[Records from a collection]
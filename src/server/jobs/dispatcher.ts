/**
 * Gives batches to the executor, fairly, and settles what comes back; finishes jobs whose end is settled.
 *
 * All it knows is read from the database when a job is opened, so a crash at any point loses nothing but time.
 */
import PQueue from 'p-queue';
import { Op } from 'sequelize';
import { inWriteTransaction } from '@db/in-write-transaction.ts';
import { Batch, Job } from '@db/models/jobs.ts';
import { FairTurns } from '@/domain/jobs/fair-turns.ts';
import { isFinal } from '@/domain/jobs/job-state.ts';
import { log } from '../log.ts';
import { advancePrefix, type Advance } from './advance-prefix.ts';
import { batchTask } from './batch-task.ts';
import { cutAtCap } from './cut-at-cap.ts';
import { endJob } from './end-job.ts';
import { executor } from './executor.ts';
import { finishJob } from './finish-job.ts';
import { lookAtPrecision } from './look-at-precision.ts';
import { announceJobChange, onWake } from './job-changes.ts';
import { OpenJob, type WaitingBatch } from './open-job.ts';
import { runBatch } from './run-batch.ts';
import { settleBatch } from './settle-batch.ts';
import { storedBatch } from './stored-batch.ts';

/** A batch lost that often ends its job: the prefix is delivered and the failure is called ours. */
const attemptsMost = 5;
const defaultRetryMs = (attempts: number): number => Math.min(30_000, 100 * 4 ** attempts);

export class Dispatcher {
  readonly #jobs = new Map<string, OpenJob>();
  readonly #opening = new Map<string, Promise<void>>();
  readonly #turns = new FairTurns();
  readonly #running: PQueue;
  readonly #timers = new Set<NodeJS.Timeout>();
  readonly #stopListening: () => void;
  readonly #retryMs: (attempts: number) => number;
  #stopped = false;

  /** `retryMs`: how long to wait after so many lost attempts; tests wait less. */
  constructor({ retryMs = defaultRetryMs }: { retryMs?: (attempts: number) => number } = {}) {
    this.#retryMs = retryMs;
    this.#running = new PQueue({ concurrency: executor().capacity });
    this.#stopListening = onWake((jobId) => void this.#wake(jobId));
  }

  /** Takes up every job that is not over, oldest first. */
  async resume(): Promise<void> {
    const jobs = await Job.findAll({ where: { state: { [Op.in]: ['queued', 'running'] } }, order: [['id', 'ASC']] });
    for (const job of jobs) await this.#wake(job.id);
  }

  /** Ends all work within moments; what was out is computed again at the next start. */
  async stop(): Promise<void> {
    this.#stopped = true;
    this.#stopListening();
    for (const timer of this.#timers) clearTimeout(timer);
    for (const open of this.#jobs.values()) open.stop();
    await this.#running.onIdle();
    await Promise.all([...this.#jobs.values()].map((open) => open.turn.onIdle()));
  }

  /** The batches of a job that are out with the executor now. */
  batchesOut(jobId: string): ReadonlySet<string> {
    return new Set(this.#jobs.get(jobId)?.out.keys());
  }

  async #wake(jobId: string): Promise<void> {
    if (this.#stopped) return;
    const before = this.#opening.get(jobId) ?? Promise.resolve();
    const opening = before.then(() => this.#look(jobId));
    this.#opening.set(jobId, opening);
    await opening.catch((error: unknown) => {
      log().error({ err: error, jobId }, 'job could not be taken up');
      this.#later(5_000, () => void this.#wake(jobId));
    });
    if (this.#opening.get(jobId) === opening) this.#opening.delete(jobId);
  }

  async #look(jobId: string): Promise<void> {
    const job = await Job.findByPk(jobId);
    if (!job || isFinal(job.state)) return;
    let open = this.#jobs.get(jobId);
    if (!open) {
      open = await OpenJob.load(job);
      this.#jobs.set(jobId, open);
    }
    if (job.ending) open.stop();
    this.#settleTurn(open, () => inWriteTransaction(() => this.#advance(jobId)));
    this.#pump();
  }

  async #advance(jobId: string): Promise<Advance> {
    return advancePrefix((await Job.findByPk(jobId))!);
  }

  /** Keeps the executor busy and no busier. */
  #pump(): void {
    while (!this.#stopped && this.#running.pending + this.#running.size < this.#running.concurrency) {
      const lookAhead = 2 * this.#running.concurrency + 2;
      const candidates = [...this.#jobs.values()].filter((open) => open.hasBatchWithin(lookAhead));
      const open = this.#turns.next(candidates);
      if (!open) return;
      const batch = open.waiting.shift()!;
      this.#turns.serve(open, Math.max(0.01, batch.replicateCount * open.secondsPerReplicate));
      void this.#running.add(() => this.#run(open, batch));
    }
  }

  async #run(open: OpenJob, batch: WaitingBatch): Promise<void> {
    const controller = new AbortController();
    open.out.set(batch.id, controller);
    try {
      const answer = await runBatch({ open, batch, signal: controller.signal });
      this.#settleTurn(open, () =>
        settleBatch({ jobId: open.jobId, batchId: batch.id, ordinal: batch.ordinal, answer }),
      );
    } catch (error) {
      if (!controller.signal.aborted) await this.#lost(open, batch, error);
    } finally {
      open.out.delete(batch.id);
      // After the queue has counted this one as over.
      setImmediate(() => this.#pump());
    }
  }

  /** One settling step of a job after the other; what fails is tried again, since it is our failure and not the model's. */
  #settleTurn(open: OpenJob, step: () => Promise<Advance>, attempt = 0): void {
    void open.turn.add(async () => {
      if (open.over) return;
      try {
        await this.#follow(open, await step());
      } catch (error) {
        if (this.#stopped) return;
        log().error({ err: error, jobId: open.jobId, attempt }, 'settling failed; trying again');
        this.#later(this.#retryMs(Math.min(attempt, 4)), () => this.#settleTurn(open, step, attempt + 1));
      }
    });
  }

  async #follow(open: OpenJob, advance: Advance): Promise<void> {
    if (advance.kind === 'at_cap') {
      // The rest lies past the cap.
      open.stop();
      await this.#cut(open, advance);
      await finishJob(open.jobId);
    } else if (advance.kind === 'look') {
      const next = await lookAtPrecision(open.jobId, advance.replicates);
      return this.#follow(open, next);
    } else if (advance.kind === 'ending') {
      open.stop();
      await finishJob(open.jobId);
    } else {
      const unjoined = { jobId: open.jobId, state: { [Op.in]: ['planned', 'done'] } };
      open.firstUnjoined = await Batch.min<number, Batch>('ordinal', { where: unjoined });
      this.#pump();
      return;
    }
    open.over = true;
    this.#jobs.delete(open.jobId);
    // Extended the moment it was over: look again.
    void this.#wake(open.jobId);
    this.#pump();
  }

  async #cut(open: OpenJob, { batch, segment }: Extract<Advance, { kind: 'at_cap' }>): Promise<void> {
    const job = (await Job.findByPk(open.jobId))!;
    await cutAtCap({
      batch,
      segment,
      content: await storedBatch(job, batch),
      runShortened: (replicates) =>
        executor().run(
          batchTask({
            job,
            networks: open.networks,
            firstReplicate: batch.firstReplicate,
            replicateCount: replicates,
          }),
        ),
    });
  }

  /** A lost worker or a full queue: try again later, a limited number of times. */
  async #lost(open: OpenJob, batch: WaitingBatch, error: unknown): Promise<void> {
    const attempts = batch.attempts + 1;
    log().warn({ err: error, jobId: open.jobId, batchId: batch.id, attempts }, 'batch lost');
    await inWriteTransaction(() => Batch.update({ attempts }, { where: { id: batch.id } }));
    if (attempts < attemptsMost) {
      this.#later(this.#retryMs(attempts), () => {
        if (open.ending) return;
        open.waiting.unshift({ ...batch, attempts });
        open.waiting.sort((a, b) => a.ordinal - b.ordinal);
        this.#pump();
      });
      return;
    }
    this.#settleTurn(open, () =>
      inWriteTransaction(async () => {
        const job = (await Job.findByPk(open.jobId))!;
        if (!job.ending)
          await endJob(job, {
            state: 'failed',
            reason: 'our_failure',
            detail:
              'A batch was lost on our side again and again. The replicates complete so far were kept and charged, nothing else was. ' +
              'We have been told; launch the job again, or write to us.',
            failure: null,
          });
        return { kind: 'ending' } as const;
      }),
    );
    announceJobChange(open.jobId);
  }

  #later(ms: number, act: () => void): void {
    const timer = setTimeout(() => {
      this.#timers.delete(timer);
      if (!this.#stopped) act();
    }, ms);
    this.#timers.add(timer);
  }
}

Work required
Each line above that carries the string "error" has to be returned.

Written reply
    await opening.catch((error: unknown) => {
      log().error({ err: error, jobId }, 'job could not be taken up');
    } catch (error) {
      if (!controller.signal.aborted) await this.#lost(open, batch, error);
      } catch (error) {
        log().error({ err: error, jobId: open.jobId, attempt }, 'settling failed; trying again');
  async #lost(open: OpenJob, batch: WaitingBatch, error: unknown): Promise<void> {
    log().warn({ err: error, jobId: open.jobId, batchId: batch.id, attempts }, 'batch lost');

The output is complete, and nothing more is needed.